900 Jahre später ist die in der Ukraine geborene deutsch schreibende Dichterin Marjana Gaponenko Autorin ‚in residence’ im Stift Klosterneuburg, um in der altehrwürdigen, von vielen Studierenden besuchten, Stiftsbibliothek einen Kriminalroman zu schreiben. Sie trifft einen anderen Leopold: den Polier des Stiftes, den ‚Maulwurf des Stiftes’ wie sie ihn nennen wird („er kennt die geheimsten Wege in den alten Mauern“). Und sie trifft Thaddäus, der als junger Augustiner Chorherr seit kurzem Pfarrer von Langenzersdorf ist. Sie wird sie fragen, was ein Priester so den ganzen Tag lang macht. Diese Frage interessiert auch Marjana Gapenenkos Roman-Kommissar, der einen nicht ganz einfachen Fall zu lösen hat: wohin fällt der Schleier, wo spielt sich das Leben der Chorherrn ab. Es sind die Menschen, die mit dem Kloster zu tun haben, die diese Spur legen. Marjana Gaponenko wird ihnen mit Herrn Taddäus’ und Herrn Leopolds Hilfe begegnen: den Schülern der Weinbauschule und des Gymnasiums, deren Religionslehrer Herr Tassilo ist, den Sängerinnen und Sängern der Schola von Herrn Meinrad, der außerdem als Gefängnisseelsorger in Korneuburg auf der anderen Seite der Donau ist, dem Bibliothekar und Hüter der 300.000 Bücher der Stiftsbibliothek, Martin Haltrich.

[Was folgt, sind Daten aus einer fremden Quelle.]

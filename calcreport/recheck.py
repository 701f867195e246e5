"""Recheck a trace: recompute every recorded step from its recorded arguments.

:func:`recheck` takes a trace in its JSON form (``calcreport-trace/1``) and
returns a :class:`RecheckReport`; :func:`read_trace` reads one from a file.
Nothing here prints: :func:`render_text` gives the readable form and
:meth:`RecheckReport.to_json` the structured one, and the command line
(``calcreport recheck``) shows them.

For every step the recheck confirms that

- the registered equation the step names, evaluated on the step's recorded
  argument values, gives the step's recorded value (to a relative
  tolerance, with an absolute floor for values near zero);
- every argument value equals the recorded value of the source it names: an
  earlier step, an input or catalogue value (``given``), a solver value
  (``solutions``), or a numbered assumption (whose printed value it must
  agree with to the printed digits);
- the units of the step and of each argument are those the equation's
  docstring declares (``-`` there is ``""`` in the trace);
- the step's ``inputs`` list is the sources of its arguments;
- when the trace was written by this version of calcreport, the printed
  symbol, equation, reference and substituted line are what the equation
  prints for the recorded values.

Solver values are not recomputed; the steps that use them confirm them
(``pump.head_balance`` ≈ 0), and the report gives the largest balance.
"""

from __future__ import annotations

import json
import math
import re
import warnings
from dataclasses import dataclass, field
from pathlib import Path
from typing import Any

from calcreport import __version__
from calcreport.tracefile import read_trace, validate

__all__ = [
    "ABSOLUTE_FLOOR",
    "DEFAULT_TOLERANCE",
    "REPORT_FORMAT",
    "SCOPE",
    "Finding",
    "RecheckReport",
    "StepResult",
    "recheck",
    "recheck_file",
    "render_text",
]

REPORT_FORMAT = "calcreport-recheck/1"
DEFAULT_TOLERANCE = 1e-9
ABSOLUTE_FLOOR = 1e-12

SCOPE = (
    "A passing recheck proves that every recorded step is arithmetically consistent with "
    "its recorded inputs (the named equation, evaluated on the recorded arguments, gives the "
    "recorded result, in the units the equation declares) and that no value was altered "
    "after the calculation (every argument is the recorded value of the step, input, "
    "solution or assumption it names; every result holds the value of the source it names, "
    "each state's results their own steps; no check's status contradicts its value, limit "
    "and comparison; the status is the one its checks give). It does not prove that the "
    "method, the inputs or the model are right: for that, use the independent checks the "
    "report prints, such as the explicit friction factor beside the Colebrook value, and "
    "the substituted lines, which can be recomputed by hand."
)

_STEP_KEYS = ("value", "unit", "arguments", "function")
_PRINTED = ("symbol", "equation", "latex", "reference")
_NUMBER = re.compile(r"^\s*([-+]?(?:\d+\.?\d*|\.\d+)(?:[eE][-+]?\d+)?)")


# ---- the report ------------------------------------------------------------------------


@dataclass(frozen=True)
class Finding:
    """One thing about a step that does not hold.

    ``what`` names the item (``value``, ``unit``, ``argument Re``,
    ``argument Re unit``, ``function``, ``inputs``, ``substituted``, ...);
    ``recorded`` is what the trace holds, ``expected`` what the recheck
    finds it should be (``None`` when there is nothing to compare with);
    ``reason`` is a full sentence.
    """

    what: str
    recorded: Any
    expected: Any
    reason: str

    def to_json(self) -> dict[str, Any]:
        return {
            "what": self.what,
            "recorded": self.recorded,
            "expected": self.expected,
            "reason": self.reason,
        }


@dataclass(frozen=True)
class StepResult:
    """The recheck of one step: confirmed when it has no finding."""

    id: str
    function: str
    recorded: Any
    recomputed: float | None
    unit: Any
    findings: tuple[Finding, ...] = ()

    @property
    def status(self) -> str:
        return "mismatch" if self.findings else "confirmed"

    def to_json(self) -> dict[str, Any]:
        return {
            "id": self.id,
            "function": self.function,
            "status": self.status,
            "recorded": self.recorded,
            "recomputed": self.recomputed,
            "unit": self.unit,
            "findings": [f.to_json() for f in self.findings],
        }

Wenn Marjana Gaponenko ihren Roman-Kommissar in der Bibliothek auf Recherche über den Alltag der Chorherren schickt, tauchen neben dem historischen, heiligen Leopold mit seinem Herzoghut und seinem Feiertag, an dem die Kinder zum Fasslrutschen nach Kloisterneuburg kommen, auch Personen aus der Geschichte auf. Z.B. der historische Probst Floridus (Floridsdorf) und Probst Gaudenzius (Gaudenzdorf) - sie haben mit ihrem Einsatz Wien geprägt.

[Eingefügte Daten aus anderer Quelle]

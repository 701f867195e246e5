"""Checks of the motor: its loading over every state and its site (altitude and ambient
temperature against the usual service conditions).
"""

from __future__ import annotations

from typing import Any

from calcreport.model.schema import Model
from calcreport.physics.motor import SERVICE_STANDARDS
from calcreport.trace import Check


def _motor_loading(motor: dict[str, Any]) -> Check:
    """The most loaded state: each pump's shaft power within the motor's rated output."""
    loading = motor["loading"]
    state = max(loading, key=lambda k: loading[k]["value"])
    value = loading[state]["value"]
    limit = motor.get("derating", {"value": 1.0})["value"]
    ok = value <= limit
    return Check(
        id="motor_loading",
        title="Motor loading in every operating state",
        status="pass" if ok else "fail",
        value=value,
        unit="",
        limit=limit,
        comparison="<=",
        basis="Each pump's shaft power in every case and duty-profile point, over the motor "
        "rating (times the site derating, where given), at most 1 at service factor 1.0",
        reference="karassik_2008",
        case=state,
        step=loading[state].get("from", ""),
        message=f"most loaded in {state}" + ("" if ok else ": the motor is overloaded"),
        margin=limit - value,
    )


# IEC 60034-1 and NEMA MG 1 rate motors for sites up to 1000 m and 40 degC coolant.
MOTOR_ALTITUDE_MAX = 1000.0
MOTOR_AMBIENT_MAX = 313.15


def _motor_site(model: Model, motor: dict[str, Any]) -> Check | None:
    """A site beyond the motor standard's usual conditions needs the maker's derating."""
    if "rated_power" not in motor:
        return None
    high = model.site.elevation is not None and model.site.elevation.value > MOTOR_ALTITUDE_MAX
    hot = model.motor_ambient is not None and model.motor_ambient.value > MOTOR_AMBIENT_MAX
    if not (high or hot):
        return None
    derated = model.motor_derating is not None
    beyond = " and ".join(
        w for w, on in (("above 1000 m", high), ("above 40 °C ambient", hot)) if on
    )
    return Check(
        id="motor_site_derating",
        title="Motor derated for its site",
        status="pass" if derated else "review",
        value=model.motor_derating.value if derated else None,
        unit="",
        limit=None,
        comparison="given",
        basis="Rated output holds up to 1000 m altitude and 40 °C coolant "
        f"({SERVICE_STANDARDS} usual service conditions); beyond them the manufacturer's "
        "derating factor (motor.derating) applies",
        reference="iec_60034_1",
        case="all",
        message=f"site {beyond}"
        + ("; derating applied" if derated else ": give motor.derating from the motor maker"),
    )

Ist nun die Geschichte mit dem Schleier eine Legende? In der Schatzkammer des Stiftes ist der Schleier zu besichtigen und der siebenarmige Leuchter aus der Gründungszeit der Stiftkirche, der seit dem Mittelalter sambucus (Holunderbaum) heißt, findet sich auch im Brunnenhaus des Kreuzgangs.